What is another word for doted on?

Pronunciation: [dˈə͡ʊtɪd ˈɒn] (IPA)

"Doted on" is a phrase that typically means to show excessive affection or love towards someone or something. There are a variety of synonyms that can be used to convey a similar sentiment, including adored, cherished, treasured, idolized, worshipped, and loved dearly. Each of these synonyms captures a sense of deep affection and emotional attachment, and can be used interchangeably with "doted on" in a variety of contexts. Whether describing a relationship between two individuals, the love of a parent for a child, or the admiration one may feel for a cherished possession, these synonyms offer a rich and nuanced vocabulary for expressing feelings of love and devotion.

Synonyms for Doted on:

What are the hypernyms for Doted on?

A hypernym is a word with a broad meaning that encompasses more specific words called hyponyms.

What are the opposite words for doted on?
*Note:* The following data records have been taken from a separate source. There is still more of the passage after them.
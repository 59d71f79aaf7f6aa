// fold's report as text: a ledger with one line per normalization (folded into what, or kept and why, with
// the hint), a totals line, then the whole-model check per output, quantization readiness, storage, and the
// caution lines. Our own layout; nothing here compares operator counts side by side.
import type { FoldReport, CheckSummary, QuantRow, StorageSummary, EqualizedPair, Int8Simulation } from '../jobs/types.js';
import type { LedgerEntry, ProofFigures } from '../fold/types.js';
import { append, bytesText, CAUTION, cosineText, dbText, numText, plural, quantLayerText, ratioText, widest, joinLines } from './format.js';
import { paint, type Paint } from './paint.js';

const where = (graph: string) => (graph === 'main' ? '' : `  in ${graph}`);

/** One ledger line per entry, columns padded to the widest node and op of this report. */
export function ledgerLines(entries: ReadonlyArray<Pick<LedgerEntry, 'node' | 'op' | 'direction' | 'target' | 'reason' | 'hint' | 'effect' | 'graph'> & { status: string; proof?: ProofFigures }>, p: Paint): string[] {
  const nodeW = widest(entries, (e) => e.node);
  const opW = widest(entries, (e) => e.op);
  // (the marks painted once, and a list of the final length: a ledger has up to 10^5 lines)
  const kept = p.warn('kept     '), folded = p.good('folded   '), foldable = p.good('foldable ');
  const lines = new Array<string>(entries.length);
  for (let i = 0; i < entries.length; i++) {
    const e = entries[i]!;
    const head = `${e.node.padEnd(nodeW)}  ${e.op.padEnd(opW)}`;
    if (e.status === 'kept') {
      lines[i] = `  ${kept}${head}  ${p.warn(e.reason ?? 'kept')}: ${e.hint}${where(e.graph)}`;
      continue;
    }
    const mark = e.status === 'folded' ? folded : foldable;
    lines[i] = `  ${mark}${head}  into ${e.target ?? '?'} (${e.direction ?? '?'}): ${e.effect}${where(e.graph)}${e.proof ? `  ${proofText(e.proof)}` : ''}`;
  }
  return lines;
}

/** A fold's proof figures, compactly: the region's probe shape and its float64 errors. */
export function proofText(f: ProofFigures): string {
  return `[proof ${f.shape.join('x') || 'scalar'}: maxAbs ${numText(f.maxAbs)}, maxRel ${numText(f.maxRel)}]`;
}

/** The dims the probes took as 1 because nothing set them, one line each. */
export function assumedDimLines(dims: CheckSummary['assumedDims']): string[] {
  return dims.map((d) => `  probe dim ${d.symbol} = ${d.size} (no --dim given) for input ${d.inputs.join(', ')}`);
}

/** A list of names, the first ten of a long one (the JSON report holds them all). */
export function namesText(names: readonly string[], limit = 10): string {
  return names.length <= limit ? names.join(', ') : `${names.slice(0, limit).join(', ')} and ${names.length - limit} more`;
}

/** The coverage line, when some rewritten node never ran on any probe. */
export function coverageLines(c: CheckSummary['coverage'], p: Paint): string[] {
  if (c.missed.length === 0) return [];
  const extra = c.extraProbes ? ` (after ${plural(c.extraProbes, 'extra probe')})` : '';
  return [`  ${p.warn(`coverage ${c.executed}/${c.total}`)}: never executed by any probe${extra}: ${namesText(c.missed)}; ` +
    'the whole-model check says nothing about them (each fold was still proven on its own region)'];
}

export function checkLines(c: CheckSummary | null, p: Paint): string[] {
  if (c === null) return [`whole-model check: ${p.warn('not run')}: folds unproven; run pleat compare on the original and the folded model before shipping`];
  if (c.skipped !== null) {
    const lines = [`whole-model check: ${p.warn('skipped')} (${c.skipped.reason}): ${c.skipped.message}`, ...assumedDimLines(c.assumedDims)];
    if (c.strict) lines.push(`  ${p.bad('--strict')}: a skipped check fails the fold; nothing written`);
    return lines;
  }
  const cov = c.coverage.total ? `; coverage ${c.coverage.executed}/${c.coverage.total}` : '';
  const lines = [`whole-model check: ${c.status === 'passed' ? p.good('passed') : p.bad('FAILED')} (${plural(c.probes, 'probe')}, seed ${c.seed}${cov})`];
  lines.push(...assumedDimLines(c.assumedDims));
  const w = Math.max(0, ...c.outputs.map((o) => o.name.length));
  for (const o of c.outputs) {
    const verdict = o.passed ? p.good('pass') : p.bad('FAIL');
    if (o.problem && Number.isNaN(o.maxAbs)) { // not compared at all (missing output, shape differs)
      lines.push(`  ${o.name.padEnd(w)}  ${verdict}  ${o.problem}`);
      continue;
    }
    const note = o.observable === false ? `  ${p.warn('not observable')}: bit-identical on every probe although a rewritten node upstream ran` : '';
    lines.push(`  ${o.name.padEnd(w)}  ${verdict}  maxAbs ${numText(o.maxAbs)}  maxRel ${numText(o.maxRel)}  rms ${numText(o.rms)}  cosine ${cosineText(o.cosine)}${note}`);
    // (a gate may fail on a figure not shown above, such as the model-wide sqnr: the problem names it)
    if (!o.passed && o.problem) lines.push(`  ${' '.repeat(w)}  ${o.problem}`);
  }
  for (const g of c.gates) lines.push(`  gate: ${g}`);
  lines.push(...coverageLines(c.coverage, p));
  return lines;
}

export function quantLines(rows: readonly QuantRow[], thresholdDb: number, p: Paint): string[] {
  if (rows.length === 0) return [];
  const lines = [
    'quantization readiness (symmetric 8-bit weights, before -> after the fold; spread = widest / median channel range;',
    `  sqnr in dB per tensor, per channel, and the worst channel under one per-tensor scale; flagged below ${dbText(thresholdDb)} dB)`,
  ];
  const w = widest(rows, quantLayerText);
  const cw = widest(rows, (r) => plural(r.channels, 'channel'));
  for (const r of rows) {
    const flag = r.flagged ? `  ${p.warn('flagged')}: per-tensor 8-bit weights starve its narrow channels; use per-channel scales or --equalize` : '';
    const b = r.sqnrBefore, a = r.sqnrAfter;
    lines.push(`  ${quantLayerText(r).padEnd(w)}  ${plural(r.channels, 'channel').padEnd(cw)}  spread ${ratioText(r.spreadBefore)} -> ${ratioText(r.spreadAfter)}` +
      `  sqnr tensor ${dbText(b.tensor)} -> ${dbText(a.tensor)}, channel ${dbText(b.channel)} -> ${dbText(a.channel)}, worst channel ${dbText(b.worstChannel)} -> ${dbText(a.worstChannel)}${flag}`);
  }
  return lines;
}

export function equalizeLines(pairs: readonly EqualizedPair[], p: Paint): string[] {
  if (pairs.length === 0) return [];
  const lines = ['equalized pairs (cross-layer equalization; sqnr of the worst channel under one per-tensor 8-bit scale, dB, before -> after)'];
  const w = widest(pairs, (e) => `${e.first} -> ${e.second}`);
  for (const e of pairs) {
    const pair = `${e.first} -> ${e.second}`.padEnd(w);
    const via = e.through.length ? `  through ${e.through.join(', ')}` : '';
    if (e.status === 'equalized' && e.sqnr) {
      const q = e.sqnr;
      lines.push(`  ${p.good('equalized')}  ${pair}  ${plural(e.channels, 'channel')}  ${e.first} ${dbText(q.firstBefore.worstChannel)} -> ${dbText(q.firstAfter.worstChannel)}, ` +
        `${e.second} ${dbText(q.secondBefore.worstChannel)} -> ${dbText(q.secondAfter.worstChannel)}${via}${where(e.graph)}`);
    } else {
      lines.push(`  ${p.warn('refused  ')}  ${pair}  ${p.warn(e.reason ?? 'refused')}: ${e.hint}${where(e.graph)}`);
    }
  }
  return lines;
}

export function int8Lines(s: Int8Simulation | null): string[] {
  if (s === null) return [];
  const lines = [`8-bit weights, ${s.granularity === 'tensor' ? 'one scale per tensor' : 'one scale per output channel'} ` +
    `(${plural(s.probes, 'probe')}; each model with its Conv/Gemm/MatMul weights rounded, against the unrounded original in float64; no gate)`];
  const w = Math.max(0, ...s.outputs.map((o) => o.name.length));
  const fig = (f: { maxAbs: number; maxRel: number; cosine: number } | null) =>
    f ? `maxAbs ${numText(f.maxAbs)}  maxRel ${numText(f.maxRel)}  cosine ${cosineText(f.cosine)}` : 'not compared';
  for (const o of s.outputs) {
    if (o.problem) { lines.push(`  ${o.name.padEnd(w)}  ${o.problem}`); continue; }
    lines.push(`  ${o.name.padEnd(w)}  original: ${fig(o.original)}`, `  ${''.padEnd(w)}  folded:   ${fig(o.folded)}`);
  }
  return lines;
}

export function storageLines(s: StorageSummary | null): string[] {
  if (s === null) return [];
  const lines = [`storage ${s.store}: ${plural(s.tensorsConverted, 'tensor')} converted (${plural(s.castNodes, 'Cast node')} added), ${bytesText(s.bytesBefore)} -> ${bytesText(s.bytesAfter)} (${s.bytesBefore >= s.bytesAfter ? `${bytesText(s.bytesBefore - s.bytesAfter)} saved` : `grew by ${bytesText(s.bytesAfter - s.bytesBefore)}`})`];
  if (s.keptFloat32.length) lines.push(`  kept float32 (would overflow float16): ${s.keptFloat32.join(', ')}`);
  for (const k of s.skipped) lines.push(`  kept float32: ${k.tensor} (${k.reason})`);
  return lines;
}

/**
 * The other constant affine steps (kind affine-step: scalar Mul/Add/Sub/Div, e.g. inside activations), listed
 * after the normalizations under their own heading; they are never kept.
 */
export function alsoLines(entries: ReadonlyArray<Parameters<typeof ledgerLines>[0][number] & { kind: string }>, heading: string, p: Paint): string[] {
  const also = entries.filter((e) => e.kind === 'affine-step');
  return also.length ? [`  ${heading} (constant affine steps that are not normalizations):`, ...ledgerLines(also, p).map((l) => `  ${l}`)] : [];
}

/** Weight bytes --clone-shared copies added, as a clause for the totals line ('' when none). */
export function cloneClause(entries: ReadonlyArray<{ cloneBytes: number }>): string {
  const n = entries.filter((e) => e.cloneBytes > 0);
  const bytes = n.reduce((a, e) => a + e.cloneBytes, 0);
  return n.length ? `; ${plural(n.length, 'layer')} cloned for --clone-shared (+${bytesText(bytes)} of weights)` : '';
}

export function foldText(r: FoldReport, colour = false, caution = true): string {
  const p = paint(colour);
  // (no copy of the list when it holds normalizations only, as it mostly does)
  const norms = r.normalizations.some((e) => e.kind === 'affine-step') ? r.normalizations.filter((e) => e.kind !== 'affine-step') : r.normalizations;
  let folded = 0;
  for (let i = 0; i < norms.length; i++) if (norms[i]!.status === 'folded') folded++;
  const kept = norms.length - folded;
  const also = r.normalizations.length - norms.length;
  const why = r.check?.status === 'skipped' ? '--strict: check skipped' : 'check failed';
  const dest = r.output ?? (r.failed ? p.bad(`nothing written (${why})`) : 'nothing written');
  const lines = [p.bold(`fold ${r.model} -> ${dest}`)];
  if (norms.length === 0) lines.push('  no normalizations found');
  append(lines, ledgerLines(norms, p), alsoLines(r.normalizations, 'also folded', p));
  const nodesRemoved = r.nodesBefore - r.nodesAfter;
  const bytesRemoved = r.bytesBefore - r.bytesAfter;
  const alsoText = also ? ` (and ${plural(also, 'affine step')} also folded)` : '';
  // a fold can also grow a model (cloned shared weights, Cast nodes of half-precision storage): say which way
  const nodes = nodesRemoved >= 0 ? `${plural(nodesRemoved, 'node')} removed` : `${plural(-nodesRemoved, 'node')} added`;
  const weights = bytesRemoved >= 0 ? `${bytesText(bytesRemoved)} of weights saved` : `weights grew by ${bytesText(-bytesRemoved)}`;
  lines.push(`  ${folded} folded, ${kept} kept${alsoText}; ${nodes} (${r.nodesBefore} -> ${r.nodesAfter}); ${weights} (${bytesText(r.bytesBefore)} -> ${bytesText(r.bytesAfter)})${cloneClause(r.normalizations)}`);
  append(lines, checkLines(r.check, p), quantLines(r.quantization, r.quantThresholdDb, p), equalizeLines(r.equalized, p), int8Lines(r.int8), storageLines(r.storage));
  if (r.staleSideFile) lines.push(`note: ${r.staleSideFile}, the side file of the model this run replaced, is left as it was; the new model keeps every weight inline and does not read it (remove it before shipping the folder)`);
  if (r.probesSaved) lines.push(`probes saved: ${plural(r.probesSaved.sets, 'set')} in ${r.probesSaved.dir} (ONNX backend test-data layout; float32-arithmetic outputs in ${r.probesSaved.dir}/float32)`);
  if (caution) lines.push(...CAUTION);
  return joinLines(lines, colour) + '\n';
}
The antonyms for the phrase "doted on" are disfavor, neglect, disregard, ignore, and reject. Disfavor means to disapprove of or dislike someone or something. Neglect refers to the act of failing to provide proper attention or care for someone or something. Disregard involves ignoring or paying no attention to something or someone. Ignore means to intentionally not acknowledge or pay attention to someone or something. Finally, reject means to refuse to accept or consider someone or something. These antonyms indicate the opposite of loving and cherishing someone or something, which is what "doted on" implies.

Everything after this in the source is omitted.